Conclusions: Single agent verubulin, in this dose and schedule, in adults with recurrent GBM is well tolerated and associated with acceptable toxicity, and appears to have modest activity.
Saturday June 4th. Poster Presentation Abstract 10529
"Activity of the cancer metabolism inhibitor MPC-9528 in xenograft models: Comparison of different dosing schedules."
Baichwal et al.
Background: MPC‑9528 is a potent, selective, orally bioavailable inhibitor of nicotinamide phosphoribosyltransferase (Nampt) that catalyzes the rate-limiting step in NAD biosynthesis from nicotinamide. Nampt inhibition results in NAD depletion, inhibition of ATP synthesis and cell death. MPC-9528 has potent tumoricidal activity against cancer cell lines of diverse origin and induces regressions in xenograft models. Here we explore determinants of MPC-9528 activity in xenografts by comparing tumor NAD depletion and survival with alternate dosing schedules. Methods: HT1080 human fibrosarcoma cells were implanted subcutaneously into athymic mice (nu/nu) for xenograft studies. MPC-9528 was dosed orally, once weekly or once or twice daily, for two or three weeks. NAD concentration in xenografts and mouse organs was determined by LC-MS/MS.

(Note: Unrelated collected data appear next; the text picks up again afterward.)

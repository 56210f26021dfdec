/**
 * Literature cited by the second batch of catalogue entries, in the submission shape (authors as a
 * list, journal, volume and pages apart). Details marked `details_from_memory` were written without
 * re-reading the paper's front page: an editor checks them before the entry is called reviewed.
 */
import type { ReferenceInput } from "../../common/catalogue.ts";
import { splitJournal } from "../catalogue.ts";
import { REFS } from "./references.ts";
import type { ReferenceEntry } from "./theory-entry.ts";

/** A reference of the first batch (authors as one comma-separated string) in the submission shape. */
export function asInput(r: ReferenceEntry): ReferenceInput & { key: string } {
  return {
    ...r,
    ...(r.journal ? splitJournal(r.journal) : {}),
    authors: r.authors
      .split(/,\s+/)
      .map((a) => a.trim())
      .filter(Boolean),
  };
}

export const FIRST = {
  mirshekari: asInput(REFS.mirshekariYunesWill2012),
  lvkGwtc3: asInput(REFS.lvk2021Gwtc3Tgr),
  will1998: asInput(REFS.will1998),
  yyp2016: asInput(REFS.yunesYagiPretorius2016),
  tahuraYagi: asInput(REFS.tahuraYagi2018),
  yps2010: asInput(REFS.yunesPretoriusSpergel2010),
  lyu2022: asInput(REFS.lyuJiangYagi2022),
  will1994: asInput(REFS.will1994),
} as const;

export const WAVE2_REFS = {
  gw170817Grb: {
    key: "lvc-fermi-integral-2017",
    arxiv: "1710.05834",
    doi: "10.3847/2041-8213/aa920c",
    authors: ["LIGO Scientific Collaboration", "Virgo Collaboration", "Fermi Gamma-ray Burst Monitor", "INTEGRAL"],
    title: "Gravitational waves and gamma-rays from a binary neutron star merger: GW170817 and GRB 170817A",
    year: 2017,
    journal: "Astrophys. J. Lett.",
    volume: "848",
    pages: "L13",
    locator: "Sec. 4.1: -3e-15 <= (v_GW - c)/c <= +7e-16",
    details_from_memory: true,
  },
  nordtvedt1990: {
    key: "nordtvedt-1990",
    doi: "10.1103/PhysRevLett.65.953",
    authors: ["K. Nordtvedt"],
    title: "Gdot/G and a cosmological acceleration of gravitationally compact bodies",
    year: 1990,
    journal: "Phys. Rev. Lett.",
    volume: "65",
    pages: "953",
    locator: "orbital-period change of a binary of compact bodies with sensitivities under a varying G",
    details_from_memory: true,
  },
  hofmannMuller2018: {
    key: "hofmann-muller-2018",
    doi: "10.1088/1361-6382/aa8f7a",
    authors: ["F. Hofmann", "J. Müller"],
    title: "Relativistic tests with lunar laser ranging",
    year: 2018,
    journal: "Class. Quantum Grav.",
    volume: "35",
    pages: "035015",
    details_from_memory: true,
  },
  cardosoMacedoPaniFerrari2016: {
    key: "cardoso-macedo-pani-ferrari-2016",
    arxiv: "1604.07845",
    authors: ["V. Cardoso", "C. F. B. Macedo", "P. Pani", "V. Ferrari"],
    title: "Black holes and gravitational waves in models of minicharged dark matter",
    year: 2016,
    journal: "J. Cosmol. Astropart. Phys.",
    volume: "05",
    pages: "054",
    details_from_memory: true,
  },
  julieBerti2019: {
    key: "julie-berti-2019",
    arxiv: "1909.05258",
    authors: ["F.-L. Julié", "E. Berti"],
    title: "Post-Newtonian dynamics and black hole thermodynamics in Einstein-scalar-Gauss-Bonnet gravity",
    year: 2019,
    journal: "Phys. Rev. D",
    volume: "100",
    pages: "104061",
    details_from_memory: true,
  },
  krishnendu2017: {
    key: "krishnendu-arun-mishra-2017",
    arxiv: "1701.06318",
    authors: ["N. V. Krishnendu", "K. G. Arun", "C. K. Mishra"],
    title: "Testing the binary black hole nature of a compact binary coalescence",
    year: 2017,
    journal: "Phys. Rev. Lett.",
    volume: "119",
    pages: "091101",
    locator: "spin-induced quadrupole coefficients kappa_i in the 2PN phase",
    details_from_memory: true,
  },
  poisson1998: {
    key: "poisson-1998",
    arxiv: "gr-qc/9709032",
    authors: ["E. Poisson"],
    title: "Gravitational waves from inspiraling compact binaries: the quadrupole-moment term",
    year: 1998,
    journal: "Phys. Rev. D",
    volume: "57",
    pages: "5287",
    details_from_memory: true,
  },
  glampedakisBabak2006: {
    key: "glampedakis-babak-2006",
    arxiv: "gr-qc/0510057",
    authors: ["K. Glampedakis", "S. Babak"],
    title: "Mapping spacetimes with LISA: inspiral of a test body in a 'quasi-Kerr' field",
    year: 2006,
    journal: "Class. Quantum Grav.",
    volume: "23",
    pages: "4167",
    locator: "quadrupole Q = -M (a^2 + epsilon M^2)",
    details_from_memory: true,
  },
  damourEspositoFarese1993: {
    key: "damour-esposito-farese-1993",
    doi: "10.1103/PhysRevLett.70.2220",
    authors: ["T. Damour", "G. Esposito-Farèse"],
    title: "Nonperturbative strong-field effects in tensor-scalar theories of gravitation",
    year: 1993,
    journal: "Phys. Rev. Lett.",
    volume: "70",
    pages: "2220",
    details_from_memory: true,
  },
  damourEspositoFarese1996: {
    key: "damour-esposito-farese-1996",
    arxiv: "gr-qc/9602056",
    authors: ["T. Damour", "G. Esposito-Farèse"],
    title: "Tensor-scalar gravity and binary-pulsar experiments",
    year: 1996,
    journal: "Phys. Rev. D",
    volume: "54",
    pages: "1474",
    locator: "dipole flux proportional to (alpha_A - alpha_B)^2",
    details_from_memory: true,
  },
  flanaganHinderer2008: {
    key: "flanagan-hinderer-2008",
    arxiv: "0709.1915",
    authors: ["É. É. Flanagan", "T. Hinderer"],
    title: "Constraining neutron-star tidal Love numbers with gravitational-wave detectors",
    year: 2008,
    journal: "Phys. Rev. D",
    volume: "77",
    pages: "021502",
    details_from_memory: true,
  },
  vinesFlanaganHinderer2011: {
    key: "vines-flanagan-hinderer-2011",
    arxiv: "1101.1673",
    authors: ["J. Vines", "É. É. Flanagan", "T. Hinderer"],
    title: "Post-1-Newtonian tidal effects in the gravitational waveform from binary inspirals",
    year: 2011,
    journal: "Phys. Rev. D",
    volume: "83",
    pages: "084051",
    details_from_memory: true,
  },
  cardosoEtAl2017: {
    key: "cardoso-franzin-maselli-pani-raposo-2017",
    arxiv: "1701.01116",
    authors: ["V. Cardoso", "E. Franzin", "A. Maselli", "P. Pani", "G. Raposo"],
    title: "Testing strong-field gravity with tidal Love numbers",
    year: 2017,
    journal: "Phys. Rev. D",
    volume: "95",
    pages: "084014",
    details_from_memory: true,
  },
  deRham2017: {
    key: "de-rham-deskins-tolley-zhou-2017",
    arxiv: "1606.08462",
    authors: ["C. de Rham", "J. T. Deskins", "A. J. Tolley", "S.-Y. Zhou"],
    title: "Graviton mass bounds",
    year: 2017,
    journal: "Rev. Mod. Phys.",
    volume: "89",
    pages: "025004",
    details_from_memory: true,
  },
  bernus2019: {
    key: "bernus-et-al-2019",
    arxiv: "1901.04307",
    authors: ["L. Bernus", "O. Minazzoli", "A. Fienga", "M. Gastineau", "J. Laskar", "P. Deram"],
    title: "Constraining the mass of the graviton with the planetary ephemeris INPOP",
    year: 2019,
    journal: "Phys. Rev. Lett.",
    volume: "123",
    pages: "161103",
    details_from_memory: true,
  },
} satisfies Record<string, ReferenceInput>;

/** Every reference the second batch may cite, for `defineEntry`. */
export const WAVE2_LIBRARY = [...Object.values(FIRST), ...Object.values(WAVE2_REFS)];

Results: MPC-9528 (75 mg/kg) dosed weekly for three weeks resulted in 75% xenograft regression 8 days after the last dose. ED50 with this schedule was 44 mg/kg and doses at or below 35 mg/kg showed no activity. All doses were well-tolerated with <10% change in median body weight. A dose of 10 mg/kg once daily, 3 mg/kg twice daily or 4 mg/kg twice daily for 14 days resulted in 91%, 92% and 100% tumor regression, respectively, by the end of dosing. Two of 10 animals in the 10 mg/kg and 3 mg/kg groups, and 9 in the 4 mg/kg group had no detectable tumors at the end of dosing. In the 10, 3 and 4 mg/kg groups, 40%, 50% and 70% of the mice, respectively, were tumor free thirty-four days after the last dose. Pharmacokinetic profiles of a 3, 10 or 75 mg/kg dose of MPC-9528 indicated that anti-tumor activity was not dependent on maximal plasma concentration or total absorbed dose but on maintenance of compound concentration above a specific efficacious concentration threshold. MPC-9528 also caused a rapid and sustained reduction of NAD in tumors with the magnitude and kinetics of NAD change dependent on the dose and schedule.
Conclusions: MPC-9528 induces regression of xenografts when its plasma concentration is maintained above a threshold efficacious concentration. It shows comparable activity when given intermittently, once weekly, or continuously on a once or twice daily schedule.